- There is a difference between an EMR and an EHR
Both EMR and EHR are digital records of patient health information.
But one is more limited than the other: An EMR is more like a chart of the patient’s health information. An EMR is something like this but it is only accessible by one physician. Only physicians who can have access to the office can view those records and they cannot be shared with any other physicians outside of his/her Office.
An EHR is different as it contains the patient’s records from multiple doctors and provides a more holistic, long-term view of a patient’s health. This includes their demographics, test results, medical history, history of present illness (HPI), and medications. A clinic, hospital, physician, or organization would use EHR because it allows them to not only follow the patient’s entire history from specialty to specialty, but it also allows them to pull the data into a claim for billing charges to the patient’s insurance carrier. EHRs are more robust than EMR.
- Rejections and Denials are not the same things.
Rejections come from the clearinghouse and never cross over to the insurance carrier. They are quickly bounced back to the provider to amend the claim. Most rejections happen when there is an error due to missing information or incorrect information on an electronic claim. Rejections can also occur when the information provided by the clearinghouse, does not match what the payer has on file.
Example of a clearinghouse or EDI rejection: ACKNOWLEDGEMENT/R
EJECTED FOR INVALID
INFORMATION
PROCEDURE CODEXXXXX MODIFIER(S)- XX
SVC Line Response Procedure Code
Modifier(s) for Service(s)
Rendered PROCEDURE
This rejection indicates that there is an issue with the procedure code/ modifier combination billed out on the claim.
Denial’s come from the insurance carrier after the claims have passed through the clearinghouse and usually take a little longer to be received back to the billing office.
Example of a denial:
Prior Authorization was not obtained.
- Everything rolls downhill right into your lap:
Yep!

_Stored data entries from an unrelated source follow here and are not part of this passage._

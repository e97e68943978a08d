//! Commands that read matrices or recorded results written earlier: a file that cannot be
//! what it claims, or a run that would compare nothing, is an input error naming the file
//! (exit 2), never an empty report that passes for a clean one.

mod common;

use common::{DEMO, demo_on_images, run_basefit};
use std::path::Path;

/// Runs `command` quietly on the demo inputs, then `rest`; returns (exit code, stdout, stderr).
fn run_on_demo(command: &str, rest: &[&str]) -> (i32, String, String) {
    let mut args = vec![command, "--quiet"];
    args.extend(DEMO);
    args.extend(rest);
    run_basefit(&args)
}

/// Plans the demo into `dir` (optionally one shard of it) and returns the matrix.json path.
fn plan_into(dir: &Path, shard: Option<&str>) -> String {
    let out = dir.to_str().unwrap();
    let mut rest = vec!["--out", out];
    if let Some(s) = shard {
        rest.extend(["--shard", s]);
    }
    let (code, _, stderr) = run_on_demo("plan", &rest);
    assert_eq!(code, 0, "{stderr}");
    format!("{out}/matrix.json")
}

/// Runs `args` with the demo registry and priorities and an images file in `dir` holding
/// only `image` (a YAML flow mapping); returns the exit code and stderr.
fn run_on_one_image(dir: &Path, image: &str, args: &[&str]) -> (i32, String) {
    let flags = demo_on_images(dir, &format!("images:\n- {image}\n"));
    let mut all = args.to_vec();
    all.push("--quiet");
    all.extend(flags.iter().map(String::as_str));
    let (code, _, stderr) = run_basefit(&all);
    (code, stderr)
}

/// `command` (`review` or `render`) reading `matrix` with the demo's recorded results and
/// images, the registry given and, if any, a catalog file.
fn read_with_demo_results(
    command: &str,
    matrix: &str,
    registry: &str,
    catalog: Option<&str>,
) -> (i32, String, String) {
    let mut args = vec![
        command,
        "--quiet",
        "--matrix",
        matrix,
        "--results",
        "demo-data/results.yaml",
        "--images",
        "matrices/demo-images.yaml",
        "--registry",
        registry,
    ];
    if let Some(c) = catalog {
        args.extend(["--catalog", c]);
    }
    run_basefit(args)
}

/// Runs `args` and asserts it is refused as an input error (exit 2) naming `want` on stderr,
/// with nothing on stdout that could pass for a report.
fn assert_refused(args: &[&str], want: &str) {
    let (code, stdout, stderr) = run_basefit(args);
    assert_eq!(code, 2, "{args:?}: {stderr}");
    assert!(stdout.is_empty(), "{args:?}: {stdout}");
    assert!(stderr.contains(want), "{args:?}: wanted {want} in {stderr}");
}
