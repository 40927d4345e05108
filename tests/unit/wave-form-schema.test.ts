import { describe, expect, it } from 'vitest';
import { RegularWaveForm, RegularWaveQuery, SeaStateForm, WaveTableForm, WAVE_RANGES } from '../../shared/schemas/wave';

// The wave calculator's forms (react-hook-form with a zod resolver) read the typed text with the
// same query schema the server parses the request with (issue 17, item from issue 19). The
// expected messages are the product's own words for the documented ranges.

const issues = (r: { success: boolean; error?: { issues: { path: PropertyKey[]; message: string }[] } }) =>
  r.success ? [] : r.error!.issues.map((i) => `${i.path.join('.')}: ${i.message}`);

describe('calculator form schemas over typed text', () => {
  it('reads a decimal comma as a point and a blank optional field as not given', () => {
    const r = RegularWaveForm.safeParse({ period: '10', height: '1,5', depth: ' 10 ', z: '' });
    expect(r.success).toBe(true);
    expect(r.data).toEqual({ period: 10, height: 1.5, depth: 10 });
  });

  it('gives the same answer as the server schema on the same values', () => {
    const typed = { period: '8', height: '2', depth: '12', z: '-3' };
    expect(RegularWaveForm.safeParse(typed).data).toEqual(RegularWaveQuery.parse({ period: '8', height: '2', depth: '12', z: '-3' }));
  });

  it('asks for a blank required field in words', () => {
    expect(issues(RegularWaveForm.safeParse({ period: '', height: '2', depth: '10', z: '' }))).toEqual(['period: Enter the wave period']);
    expect(issues(SeaStateForm.safeParse({ hs: '2', tp: '10', tz: '', te: '', gamma: '', depth: ' ' }))).toEqual([
      'depth: Enter the water depth',
    ]);
  });

  it("refuses out-of-range values with the server's own range message, on the field", () => {
    const r = issues(RegularWaveForm.safeParse({ period: '45', height: '2', depth: '10', z: '' }));
    expect(r).toEqual([`period: period must be between ${WAVE_RANGES.periodS.min} and ${WAVE_RANGES.periodS.max} s`]);
  });

  it('keeps the rules that join fields: z above the bed, one period at least, to above from', () => {
    expect(issues(RegularWaveForm.safeParse({ period: '10', height: '2', depth: '10', z: '-12' }))).toEqual([
      'z: z must not be below the seabed (z >= -depth)',
    ]);
    expect(issues(SeaStateForm.safeParse({ hs: '2', tp: '', tz: '', te: '', gamma: '', depth: '20' }))).toEqual([
      'tp: give at least one of tp, tz, te',
    ]);
    expect(issues(WaveTableForm.safeParse({ from: '0.5', to: '0.1', step: '0.01' }))).toEqual(['to: to must not be below from']);
  });

  it('refuses text that is not a number', () => {
    expect(issues(RegularWaveForm.safeParse({ period: 'ten', height: '2', depth: '10', z: '' }))[0]).toMatch(
      /^period: period must be a number/,
    );
  });
});
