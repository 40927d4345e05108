import { CAUTION_LINE } from '../../shared/caution';

export function Caution({ inverted = false }: { inverted?: boolean }) {
  return (
    <p className={`mx-auto max-w-5xl text-center text-xs ${inverted ? 'text-white/70' : 'text-ink-soft'}`} data-testid="caution">
      <span aria-hidden>⚓ </span>
      {CAUTION_LINE}
    </p>
  );
}
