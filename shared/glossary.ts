/**
 * Short explanations of the trade's words as the product uses them, for tooltips on screen, the
 * printed report and e-mails alike (definitions in docs/domain.md: #operations-and-limits,
 * #weather-restricted, #weather-windows, #hindcast-statistics, #campaigns).
 */
export const GLOSSARY = {
  wow: {
    term: 'WoW',
    text: 'Waiting on weather: the hours spent waiting, from the moment an operation is ready, until a weather window long enough for it begins.',
  },
  goStart: {
    term: 'Go-start share',
    text: 'The share of hours at which the operation could start and stay within its limits for the whole reference period TR.',
  },
  censored: {
    term: 'Censored',
    text: 'The hindcast ended before a long enough window came, so the real wait is longer than the one counted: the figure is a lower bound.',
  },
  censoredYears: {
    term: 'Censored years',
    text: 'Hindcast years in which the campaign had not finished when the data ended; its duration in those years is at least the figure shown.',
  },
  oplim: {
    term: 'OPLIM',
    text: 'Operation limits: the highest sea state, wind and current in which the operation may be carried out, as the vessel and equipment allow.',
  },
  opwf: {
    term: 'OPWF',
    text: 'Forecast limit: OPLIM times the alpha factor α. Used against a forecast, so that forecast error leaves a margin.',
  },
  tr: {
    term: 'TR',
    text: 'Reference period: TPOP + TC. The weather must stay within the limits for all of it before the operation may start.',
  },
  tpop: {
    term: 'TPOP',
    text: 'Planned operation period: how long the operation itself is planned to take, in hours.',
  },
  tc: {
    term: 'TC',
    text: 'Contingency time: hours added to TPOP for delays and the unforeseen.',
  },
  alpha: {
    term: 'α (alpha factor)',
    text: 'A factor up to 1 that lowers the Hs limit on a forecast (OPWF = α × OPLIM) for forecast uncertainty. It is smaller for longer operations and lower limits.',
  },
  p50p90: {
    term: 'P50 / P90',
    text: 'Half of the hindcast years did no worse than P50; nine in ten did no worse than P90.',
  },
} as const;

export type GlossaryKey = keyof typeof GLOSSARY;
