// The engine thread runs below the API thread's CPU priority (server/services/engine-priority.ts).
// Checked on the real thing: an engine worker thread is started and the kernel's per-thread nice
// values are read from /proc (proc(5): field 19 of /proc/[pid]/task/[tid]/stat is the nice value).
import fs from 'node:fs';
import os from 'node:os';
import { describe, expect, it } from 'vitest';
import { tsWorker } from '../../scripts/lib/ts-worker';
import { loadEnv } from '../../server/env';
import { DEFAULT_ENGINE_NICE, engineNice } from '../../server/services/engine-priority';

/** Nice value of each thread of this process, by thread id. */
function threadNices(): Map<number, number> {
  const out = new Map<number, number>();
  for (const tid of fs.readdirSync('/proc/self/task')) {
    const stat = fs.readFileSync(`/proc/self/task/${tid}/stat`, 'utf8');
    // Fields after "(comm)": state is field 3, so nice (field 19) is index 16 of the rest.
    const rest = stat.slice(stat.lastIndexOf(')') + 2).split(' ');
    out.set(Number(tid), Number(rest[16]));
  }
  return out;
}

describe('engine thread priority', () => {
  it('reads ENGINE_NICE as a whole number from 0 to 19 and names it when wrong', () => {
    expect(engineNice(undefined)).toBe(DEFAULT_ENGINE_NICE);
    expect(engineNice('')).toBe(DEFAULT_ENGINE_NICE);
    expect(engineNice('0')).toBe(0);
    expect(engineNice('19')).toBe(19);
    for (const bad of ['-1', '20', '2.5', 'low'])
      expect(() => engineNice(bad)).toThrow(`ENGINE_NICE must be a whole number from 0 to 19, got ${bad}`);
  });

  it('the server reads ENGINE_NICE by the same rule at start (an empty value is the default there too)', () => {
    expect(loadEnv({ ENGINE_NICE: '' }).ENGINE_NICE).toBe(DEFAULT_ENGINE_NICE);
    expect(loadEnv({}).ENGINE_NICE).toBe(DEFAULT_ENGINE_NICE);
    expect(loadEnv({ ENGINE_NICE: '3' }).ENGINE_NICE).toBe(3);
    expect(() => loadEnv({ ENGINE_NICE: '20' })).toThrow(/ENGINE_NICE/);
  });

  it.runIf(process.platform === 'linux')('lowers the engine worker thread only, not the thread that started it', async () => {
    const own = os.getPriority();
    const before = threadNices();
    const worker = tsWorker(new URL('../../server/services/engine-worker.ts', import.meta.url), {
      env: { ...process.env, ENGINE_NICE: '7' },
    });
    try {
      // The worker says it is ready once its module has run (and lowered itself).
      await new Promise<void>((resolve, reject) => {
        worker.on('message', (m: { ready?: true }) => m.ready && resolve());
        worker.on('error', reject);
      });
      const after = threadNices();
      const lowered = [...after].filter(([tid, nice]) => !before.has(tid) && nice === 7);
      expect(lowered).toHaveLength(1);
      expect(after.get(process.pid)).toBe(before.get(process.pid));
      expect(os.getPriority()).toBe(own);
      // Every thread that was there before keeps its priority.
      for (const [tid, nice] of before) if (after.has(tid)) expect(after.get(tid)).toBe(nice);
    } finally {
      await worker.terminate();
    }
  });
});
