/** The caution shown on every screen, e-mail and report. */
export const CAUTION_LINE =
  'Decision support only: the vessel master’s authority, marine warranty approval, local codes and licensed practice decide whether work goes ahead.';

/** What the worksite transformation leaves out (docs/domain.md#cautions). */
export const TRANSFORMATION_CAUTION =
  'Straight-contour refraction and shoaling only: no diffraction, currents, local wind growth or bottom friction.';
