import type { LineCustomSvgLayerProps, LineSeries } from '@nivo/line';

/**
 * A line chart's lines drawn by a layer of its own rather than by the chart library, so that a
 * series can be dashed: each series' path in its colour, with the dash pattern `dashOf` gives it
 * (none: a solid line).
 */
export function DrawnLines<S extends LineSeries>({
  series,
  lineGenerator,
  strokeWidth,
  dashOf,
  lineJoin,
}: Pick<LineCustomSvgLayerProps<S>, 'series' | 'lineGenerator'> & {
  strokeWidth: number;
  dashOf: (id: S['id']) => string | undefined;
  lineJoin?: 'round';
}) {
  return (
    <g>
      {series.map((s) => (
        <path
          key={s.id}
          d={lineGenerator(s.data.map((d) => d.position)) ?? undefined}
          fill="none"
          stroke={s.color}
          strokeWidth={strokeWidth}
          strokeDasharray={dashOf(s.id)}
          strokeLinejoin={lineJoin}
        />
      ))}
    </g>
  );
}
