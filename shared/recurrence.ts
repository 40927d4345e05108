import * as rruleModule from 'rrule';
import { TZDate } from '@date-fns/tz';
import { z } from 'zod';
import './schemas/words';

// rrule ships a UMD main that Node's ESM loader exposes as a default export; Vite exposes names.
export const rrule = (
  (rruleModule as unknown as { RRule?: unknown }).RRule ? rruleModule : (rruleModule as unknown as { default: typeof rruleModule }).default
) as typeof rruleModule;

export const WEEKDAYS = ['MO', 'TU', 'WE', 'TH', 'FR', 'SA', 'SU'] as const;

/**
 * A recurring operation, as the form builds it: occurrences start at a local wall-clock time in
 * an IANA zone, by an iCalendar (RFC 5545) recurrence rule.
 */
export const RecurrenceInput = z.object({
  /** First occurrence, local wall time 'YYYY-MM-DDTHH:mm' in `timeZone`. */
  start: z.string().regex(/^\d{4}-\d{2}-\d{2}T\d{2}:\d{2}$/, 'must be a local date and time YYYY-MM-DDTHH:mm'),
  timeZone: z.string().refine((z) => {
    try {
      new Intl.DateTimeFormat('en', { timeZone: z });
      return true;
    } catch {
      return false;
    }
  }, 'unknown time zone'),
  /** The rule's body, e.g. 'FREQ=WEEKLY;BYDAY=MO,WE,FR' (no DTSTART: `start` is it). */
  rule: z
    .string()
    .max(500)
    .refine(
      (r) => /^FREQ=(DAILY|WEEKLY|MONTHLY|YEARLY)(;[A-Z]+=[A-Z0-9,+-]+)*$/.test(r),
      'must be an RRULE like FREQ=WEEKLY;BYDAY=MO,WE,FR',
    )
    .superRefine((r, ctx) => {
      const problem = ruleProblem(r);
      if (problem) ctx.addIssue({ code: 'custom', message: problem });
    }),
});
export type RecurrenceInput = z.infer<typeof RecurrenceInput>;

/**
 * Limits that keep a rule cheap to expand. Operations start at most every hour, so a rule may not
 * name minutes or seconds (BYMINUTE, BYSECOND: up to 86,400 occurrences a day), and all its BY*
 * parts together list at most MAX_BY_VALUES values.
 */
export const MAX_BY_VALUES = 60;
/** The first occurrence lies within this many years of now (expansion walks from it). */
export const START_WITHIN_YEARS = 2;
/** Expansion stops after this many candidate dates or this much time, whatever the rule. */
export const MAX_EXPANDED = 50_000;
export const EXPAND_BUDGET_MS = 100;

export function ruleProblem(rule: string): string | null {
  const parts = rule.split(';').map((p) => p.split('='));
  let values = 0;
  for (const [name, value = ''] of parts) {
    if (name === 'BYSECOND' || name === 'BYMINUTE') return `must not use ${name}: occurrences start on the hour at most once an hour`;
    if (name.startsWith('BY')) values += value.split(',').length;
  }
  if (values > MAX_BY_VALUES) return `lists ${values} BY values: at most ${MAX_BY_VALUES}`;
  return null;
}

/** Why the first occurrence is refused (more than START_WITHIN_YEARS years from now), or null. */
export function recurrenceStartProblem(r: Pick<RecurrenceInput, 'start'>, nowMs: number): string | null {
  const [y, mo, d] = r.start.slice(0, 10).split('-').map(Number);
  const startMs = Date.UTC(y, mo - 1, d);
  const span = START_WITHIN_YEARS * 365.25 * 86_400_000;
  if (!Number.isFinite(startMs) || Math.abs(startMs - nowMs) > span) return `must be within ${START_WITHIN_YEARS} years of today`;
  return null;
}

/** The rule as one RFC 5545 text: DTSTART;TZID=...:YYYYMMDDTHHMMSS and RRULE:... */
export function recurrenceText(r: RecurrenceInput): string {
  return `DTSTART;TZID=${r.timeZone}:${r.start.replace(/[-:]/g, '')}00\nRRULE:${r.rule}`;
}

/**
 * Occurrence start times (UTC ms) in [fromMs, toMs]. The rule is expanded in local wall-clock
 * time (rrule treating dates as floating), and each local time is placed in the zone with
 * @date-fns/tz, so 06:00 stays 06:00 across a daylight-saving change (RFC 5545 3.3.5, "local time
 * with time zone reference"). A local time that does not exist (in a spring-forward gap) moves
 * forward by the gap, as @date-fns/tz resolves it.
 */
export function expandRecurrence(r: RecurrenceInput, fromMs: number, toMs: number, max = 1000): number[] {
  const [datePart, timePart] = r.start.split('T');
  const [y, mo, d] = datePart.split('-').map(Number);
  const [h, mi] = timePart.split(':').map(Number);
  const options = rrule.RRule.parseString(r.rule);
  const rule = new rrule.RRule({ ...options, dtstart: new Date(Date.UTC(y, mo - 1, d, h, mi)) });
  // Expand floating local times two days wider than the window on each side, then filter in UTC.
  const floatingFrom = new Date(fromMs - 2 * 86_400_000);
  const floatingTo = new Date(toMs + 2 * 86_400_000);
  const out: number[] = [];
  // rrule walks from DTSTART whatever the window: a rule stored before the limits above (or a
  // start far in the past) must not hold the server, so the walk (rrule's `all` with an iterator
  // callback, which stops at the first false) ends past the window, after MAX_EXPANDED dates, or
  // after EXPAND_BUDGET_MS, whichever comes first.
  const deadline = Date.now() + EXPAND_BUDGET_MS;
  const fromF = floatingFrom.getTime();
  const toF = floatingTo.getTime();
  rule.all((f, i) => {
    const ms = f.getTime();
    if (ms > toF || i >= MAX_EXPANDED || out.length >= max) return false;
    if ((i & 63) === 63 && Date.now() > deadline) return false;
    if (ms >= fromF) {
      const t = new TZDate(
        f.getUTCFullYear(),
        f.getUTCMonth(),
        f.getUTCDate(),
        f.getUTCHours(),
        f.getUTCMinutes(),
        0,
        r.timeZone,
      ).getTime();
      if (t >= fromMs && t <= toMs) out.push(t);
    }
    return true;
  });
  return out;
}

That’s how the cookie crumbles. It doesn’t make a difference if the registration or the appointment desk forgot to get the patient’s correct address or date of birth. Once it is rejected or denied, it becomes your responsibility to get it corrected, especially if you don’t want the hold time on the claim to be exceeded. Sending work back to the front -end personnel can cause a claim to be denied because it is past the filing time limit, depending on the payer. This is why it is beneficial to know your payer filing time guidelines. If A/R days for your claims are lagging, it is up to you to prove why they are lagging.
- You must be tenacious.
I can’t tell you how being tenacious has served me so well.
Tenacity and perseverance are necessary to assure timely payment during the billing process. For me, this entailed using all contacts and research avenues available to get my answer. But this was all done while maintaining HIPPA guidelines. There will be times when you will have to call the insurance carrier multiple times until you get a knowledgeable person, who can tell you exactly what’s wrong with the claim and how to fix it. Sometimes you might even have to request to speak to a supervisor. Whatever it is make sure you are always tenacious with a friendly voice and a smile. Be understanding but know when to push and escalate the matter.
- You have to be a relationship builder
Customer Service and a friendly attitude are a big plus in Medical Billing. Why? Because you deal with all types of people. Being able to speak to people who are ill, stressed, or having a bad day while leaving them feeling like you care is a special thing. Having this ability is invaluable when you are dealing with insurance representatives. Some of the key steps to providing great customer service in medical billing are as follows:
1) Ask the right questions. Also, have a pleasant voice and a smile.
2) Be a good listener. Listening and understanding will allow people to open up to you and they will be more willing to help you by giving you all of the information you want and need. The person may even provide you with a direct call number. Now that’s sweet!
- Know how to manage your time.
As a medical biller, you have to keep track of payer filing time limits when running your monthly reports. Be mindful of when is the best time to follow up on the status of your claims. Checking the portal for Clearinghouse /EDI rejections etc.… Keeping track of your time is critical to making sure your claims are paid in a timely manner and that you always know where your A/R is and how long it has been sitting. It also helps you to answer pertinent questions your manager or provider may have when it comes to your A/R.